Eu apoio o projeto de lei Boehner e espero que os republicanos da Câmara votem para aprová-lo.

Em primeiro lugar, sinalizarei o que gosto no conteúdo do projeto.

  • Conforme inicialmente elaborado, cortaria os gastos em US $ 850 bilhões na próxima década. Isso não é uma mudança idiota. Espero que esse número suba em breve para $ 900 B – $ 1 T. Atualização: a nova versão custa US $ 917 bilhões em cortes de gastos acima de 10.
  • Tem limites de gastos discricionários estatutários e um sequestrador para aplicá-los.
  • Não aumenta impostos.
  • Isso aumenta o limite da dívida, como devemos fazer.

Também concede votos ao plenário da Câmara e do Senado sobre a Emenda do Orçamento Equilibrado, mas essa não é minha prioridade. Um BBA levaria anos para ser aprovado, e não podemos esperar tanto tempo para corrigir o problema matemático subjacente.

Apoio o projeto de lei Boehner pelos seguintes motivos:

  • Ele corta gastos e não aumenta impostos. Isso é uma melhoria em relação à lei atual.
  • Não há nada na conta que eu não goste. Isso é uma raridade.
  • É melhor do que o projeto de lei Reid, que é a próxima alternativa mais provável para se tornar lei se o projeto Boehner falhar.
  • Isso intensifica esta batalha novamente em 4-6 meses, proporcionando outra oportunidade e mantendo a pressão para cortar gastos.
  • Isso cria um processo que mantém nossos problemas de política fiscal subjacentes na frente e no centro para o futuro previsível, em vez de colocá-los em 2013.
  • Não consigo ver nenhuma estratégia alternativa viável para promulgar um projeto de lei mais forte.

Alguns membros conservadores do Congresso se opõem ao projeto de lei porque acham que não basta.

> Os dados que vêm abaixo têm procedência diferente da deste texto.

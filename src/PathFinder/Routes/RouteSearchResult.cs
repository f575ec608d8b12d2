namespace PathFinder.Routes;

/// <summary>The outcome of a route search.</summary>
public sealed record RouteSearchResult
{
    /// <summary>The best routes found, by increasing uncertainty, then number of steps, then measurement indices.</summary>
    public required IReadOnlyList<Route> Routes { get; init; }

    /// <summary>Number of distinct routes (over measurements) found, including those not returned (saturates at <see cref="long.MaxValue"/>).</summary>
    public required long RoutesFound { get; init; }

    /// <summary>What cut the search, if anything.</summary>
    public required SearchCut Cut { get; init; }

    /// <summary>True when every route within the step bound was found (no branch cut by the bound, budget, cancellation or stop).</summary>
    public bool Complete => Cut == SearchCut.None;

    /// <summary>Every route of at most this many steps was found (0 when none is certain to be); equals the step bound when nothing but the bound cut the search.</summary>
    /// <remarks>Routes are searched by increasing size, so a budget or a stop cuts the search while it looks at routes of
    /// <see cref="CompleteUpToSteps"/> + 1 steps; some of those may already have been found.</remarks>
    public required int CompleteUpToSteps { get; init; }

    /// <summary>Search steps taken (see <see cref="RouteSearchOptions.WorkBudget"/>).</summary>
    public long SearchSteps { get; init; }

    /// <summary>Rank of the factor vectors (over all measurements) of the returned routes.</summary>
    public required int IndependentRouteCount { get; init; }

    /// <summary>Target species held by no measurement: the target cannot be reached while any is listed.</summary>
    public required IReadOnlyList<int> UnreachableSpecies { get; init; }

    /// <summary>True when the Hadamard bound proves the modular pruning exact (no route can have been lost to arithmetic modulo 2^61 − 1).</summary>
    /// <remarks>Returned routes are always verified exactly; this flag concerns routes possibly missed.</remarks>
    public required bool ExactnessCertified { get; init; }

    /// <summary>Wall-clock time of the search.</summary>
    public required TimeSpan Elapsed { get; init; }

    /// <summary>Time at which the first route was found, or null when none was.</summary>
    public required TimeSpan? FirstRouteElapsed { get; init; }
}
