using Fractions;

namespace PathFinder.Routes;

/// <summary>A minimal thermochemical cycle: a circuit of measurements with Σ cᵢ·rᵢ = 0 and its closure residual.</summary>
/// <param name="Measurements">Measurement indices, ascending.</param>
/// <param name="Factors">Coprime integer factors cᵢ (as fractions with denominator 1), the first (lowest measurement) positive.</param>
/// <param name="Residual">Closure residual Σ cᵢ·vᵢ, in the unit of the measured values; ideally zero.</param>
/// <param name="Uncertainty">Standard uncertainty √(Σ cᵢ²·uᵢ²) of the residual.</param>
/// <param name="Z">Residual / uncertainty; ±∞ when the uncertainty is zero and the residual is not, 0 when both are.</param>
public sealed record Cycle(IReadOnlyList<int> Measurements, IReadOnlyList<Fraction> Factors, double Residual, double Uncertainty, double Z)
{
    /// <summary>Number of measurements in the cycle.</summary>
    public int Size => Measurements.Count;
}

Embora US $ 850 B – US $ 1 T de cortes de gastos seja uma conta de redução do déficit de médio porte em relação à prática histórica, concordo que está longe de ser suficiente para resolver nossos problemas orçamentários subjacentes. Nesse sentido, é um passo na direção certa, nada mais.

Concordo com a reclamação de que a maioria dos democratas no Senado abdicou de suas responsabilidades legislativas nos últimos dois anos, não aprovando resoluções orçamentárias nem projetos de lei de gastos.

Também concordo com muitos conservadores que reclamam que o governo escondeu a bola sobre suas opções de gerenciamento de caixa e dívida, e acho que o prazo de 2 de agosto é suave. Embora a postura pública do governo seja de flexibilidade e compromisso, sua abordagem de negociação exacerbou o conflito em todas as oportunidades.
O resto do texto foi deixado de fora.